- [Task prompt] Write out every line below with no difference at all.
(Input for this task begins)
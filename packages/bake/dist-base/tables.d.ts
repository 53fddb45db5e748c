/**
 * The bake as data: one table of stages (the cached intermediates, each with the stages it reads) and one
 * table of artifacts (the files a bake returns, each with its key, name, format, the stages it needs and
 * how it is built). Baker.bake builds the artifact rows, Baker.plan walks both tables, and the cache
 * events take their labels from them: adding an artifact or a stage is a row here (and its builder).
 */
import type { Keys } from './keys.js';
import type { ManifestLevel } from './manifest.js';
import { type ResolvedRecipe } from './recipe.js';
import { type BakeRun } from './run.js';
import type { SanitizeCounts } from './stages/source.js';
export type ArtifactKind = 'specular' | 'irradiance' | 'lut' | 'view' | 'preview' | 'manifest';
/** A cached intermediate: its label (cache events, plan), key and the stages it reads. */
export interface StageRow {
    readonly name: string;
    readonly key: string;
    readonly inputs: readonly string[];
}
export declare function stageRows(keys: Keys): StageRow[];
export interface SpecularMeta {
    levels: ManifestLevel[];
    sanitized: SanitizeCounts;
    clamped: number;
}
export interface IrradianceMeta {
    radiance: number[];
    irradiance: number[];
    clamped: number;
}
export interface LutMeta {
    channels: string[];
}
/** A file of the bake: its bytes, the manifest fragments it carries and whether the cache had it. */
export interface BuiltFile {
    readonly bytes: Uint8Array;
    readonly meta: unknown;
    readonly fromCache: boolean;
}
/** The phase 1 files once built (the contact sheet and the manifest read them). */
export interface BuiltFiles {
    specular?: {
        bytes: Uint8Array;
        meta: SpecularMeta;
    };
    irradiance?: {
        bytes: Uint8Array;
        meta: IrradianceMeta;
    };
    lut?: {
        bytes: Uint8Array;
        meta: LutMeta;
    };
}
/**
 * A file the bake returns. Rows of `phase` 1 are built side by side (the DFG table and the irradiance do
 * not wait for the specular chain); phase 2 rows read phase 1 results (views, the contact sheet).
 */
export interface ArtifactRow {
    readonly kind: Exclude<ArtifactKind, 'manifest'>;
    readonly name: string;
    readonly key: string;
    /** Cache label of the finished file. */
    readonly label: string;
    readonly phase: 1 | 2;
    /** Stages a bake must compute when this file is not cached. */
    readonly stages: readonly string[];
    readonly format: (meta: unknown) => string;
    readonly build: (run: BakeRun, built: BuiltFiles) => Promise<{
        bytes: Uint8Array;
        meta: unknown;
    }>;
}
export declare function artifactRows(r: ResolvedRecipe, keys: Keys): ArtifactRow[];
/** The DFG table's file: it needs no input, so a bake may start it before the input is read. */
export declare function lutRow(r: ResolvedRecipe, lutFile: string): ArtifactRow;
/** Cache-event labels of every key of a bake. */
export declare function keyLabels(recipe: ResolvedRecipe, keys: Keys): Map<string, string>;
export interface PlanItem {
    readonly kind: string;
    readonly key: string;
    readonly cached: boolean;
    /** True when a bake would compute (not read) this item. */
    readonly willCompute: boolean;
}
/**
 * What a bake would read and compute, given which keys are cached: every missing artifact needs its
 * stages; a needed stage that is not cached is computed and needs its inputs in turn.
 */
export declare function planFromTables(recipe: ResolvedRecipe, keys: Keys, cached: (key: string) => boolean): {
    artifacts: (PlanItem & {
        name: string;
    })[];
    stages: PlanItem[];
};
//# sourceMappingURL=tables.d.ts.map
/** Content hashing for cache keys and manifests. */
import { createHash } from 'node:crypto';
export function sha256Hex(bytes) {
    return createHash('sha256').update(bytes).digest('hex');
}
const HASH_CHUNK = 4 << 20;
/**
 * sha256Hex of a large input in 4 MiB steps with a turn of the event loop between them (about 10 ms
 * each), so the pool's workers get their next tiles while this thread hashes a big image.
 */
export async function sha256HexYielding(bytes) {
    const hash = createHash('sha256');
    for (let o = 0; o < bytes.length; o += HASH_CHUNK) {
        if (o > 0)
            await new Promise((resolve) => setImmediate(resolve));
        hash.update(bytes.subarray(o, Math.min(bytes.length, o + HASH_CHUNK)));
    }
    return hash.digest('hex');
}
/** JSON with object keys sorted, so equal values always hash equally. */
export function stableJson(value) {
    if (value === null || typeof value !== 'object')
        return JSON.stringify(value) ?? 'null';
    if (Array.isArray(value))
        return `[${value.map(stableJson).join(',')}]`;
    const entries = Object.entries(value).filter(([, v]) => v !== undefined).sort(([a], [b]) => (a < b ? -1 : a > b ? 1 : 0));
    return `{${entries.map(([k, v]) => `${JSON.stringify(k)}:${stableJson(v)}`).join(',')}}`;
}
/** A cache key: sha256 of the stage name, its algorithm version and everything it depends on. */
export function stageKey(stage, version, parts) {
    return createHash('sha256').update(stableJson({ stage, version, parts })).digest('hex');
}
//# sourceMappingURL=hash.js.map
(Input for this task ends)
- [Written response]
filename packages/bake/dist-base/tables.d.ts
repository 53fddb45db5e748c
/**
 * The bake as data: one table of stages (the cached intermediates, each with the stages it reads) and one
 * table of artifacts (the files a bake returns, each with its key, name, format, the stages it needs and
 * how it is built). Baker.bake builds the artifact rows, Baker.plan walks both tables, and the cache
 * events take their labels from them: adding an artifact or a stage is a row here (and its builder).
 */
import type { Keys } from './keys.js';
import type { ManifestLevel } from './manifest.js';
import { type ResolvedRecipe } from './recipe.js';
import { type BakeRun } from './run.js';
import type { SanitizeCounts } from './stages/source.js';
export type ArtifactKind = 'specular' | 'irradiance' | 'lut' | 'view' | 'preview' | 'manifest';
/** A cached intermediate: its label (cache events, plan), key and the stages it reads. */
export interface StageRow {
    readonly name: string;
    readonly key: string;
    readonly inputs: readonly string[];
}
export declare function stageRows(keys: Keys): StageRow[];
export interface SpecularMeta {
    levels: ManifestLevel[];
    sanitized: SanitizeCounts;
    clamped: number;
}
export interface IrradianceMeta {
    radiance: number[];
    irradiance: number[];
    clamped: number;
}
export interface LutMeta {
    channels: string[];
}
/** A file of the bake: its bytes, the manifest fragments it carries and whether the cache had it. */
export interface BuiltFile {
    readonly bytes: Uint8Array;
    readonly meta: unknown;
    readonly fromCache: boolean;
}
/** The phase 1 files once built (the contact sheet and the manifest read them). */
export interface BuiltFiles {
    specular?: {
        bytes: Uint8Array;
        meta: SpecularMeta;
    };
    irradiance?: {
        bytes: Uint8Array;
        meta: IrradianceMeta;
    };
    lut?: {
        bytes: Uint8Array;
        meta: LutMeta;
    };
}
/**
 * A file the bake returns. Rows of `phase` 1 are built side by side (the DFG table and the irradiance do
 * not wait for the specular chain); phase 2 rows read phase 1 results (views, the contact sheet).
 */
export interface ArtifactRow {
    readonly kind: Exclude<ArtifactKind, 'manifest'>;
    readonly name: string;
    readonly key: string;
    /** Cache label of the finished file. */
    readonly label: string;
    readonly phase: 1 | 2;
    /** Stages a bake must compute when this file is not cached. */
    readonly stages: readonly string[];
    readonly format: (meta: unknown) => string;
    readonly build: (run: BakeRun, built: BuiltFiles) => Promise<{
        bytes: Uint8Array;
        meta: unknown;
    }>;
}
export declare function artifactRows(r: ResolvedRecipe, keys: Keys): ArtifactRow[];
/** The DFG table's file: it needs no input, so a bake may start it before the input is read. */
export declare function lutRow(r: ResolvedRecipe, lutFile: string): ArtifactRow;
/** Cache-event labels of every key of a bake. */
export declare function keyLabels(recipe: ResolvedRecipe, keys: Keys): Map<string, string>;
export interface PlanItem {
    readonly kind: string;
    readonly key: string;
    readonly cached: boolean;
    /** True when a bake would compute (not read) this item. */
    readonly willCompute: boolean;
}
/**
 * What a bake would read and compute, given which keys are cached: every missing artifact needs its
 * stages; a needed stage that is not cached is computed and needs its inputs in turn.
 */
export declare function planFromTables(recipe: ResolvedRecipe, keys: Keys, cached: (key: string) => boolean): {
    artifacts: (PlanItem & {
        name: string;
    })[];
    stages: PlanItem[];
};
//# sourceMappingURL=tables.d.ts.map
/** Content hashing for cache keys and manifests. */
import { createHash } from 'node:crypto';
export function sha256Hex(bytes) {
    return createHash('sha256').update(bytes).digest('hex');
}
const HASH_CHUNK = 4 << 20;
/**
 * sha256Hex of a large input in 4 MiB steps with a turn of the event loop between them (about 10 ms
 * each), so the pool's workers get their next tiles while this thread hashes a big image.
 */
export async function sha256HexYielding(bytes) {
    const hash = createHash('sha256');
    for (let o = 0; o < bytes.length; o += HASH_CHUNK) {
        if (o > 0)
            await new Promise((resolve) => setImmediate(resolve));
        hash.update(bytes.subarray(o, Math.min(bytes.length, o + HASH_CHUNK)));
    }
    return hash.digest('hex');
}
/** JSON with object keys sorted, so equal values always hash equally. */
export function stableJson(value) {
    if (value === null || typeof value !== 'object')
        return JSON.stringify(value) ?? 'null';
    if (Array.isArray(value))
        return `[${value.map(stableJson).join(',')}]`;
    const entries = Object.entries(value).filter(([, v]) => v !== undefined).sort(([a], [b]) => (a < b ? -1 : a > b ? 1 : 0));
    return `{${entries.map(([k, v]) => `${JSON.stringify(k)}:${stableJson(v)}`).join(',')}}`;
}
/** A cache key: sha256 of the stage name, its algorithm version and everything it depends on. */
export function stageKey(stage, version, parts) {
    return createHash('sha256').update(stableJson({ stage, version, parts })).digest('hex');
}
//# sourceMappingURL=hash.js.map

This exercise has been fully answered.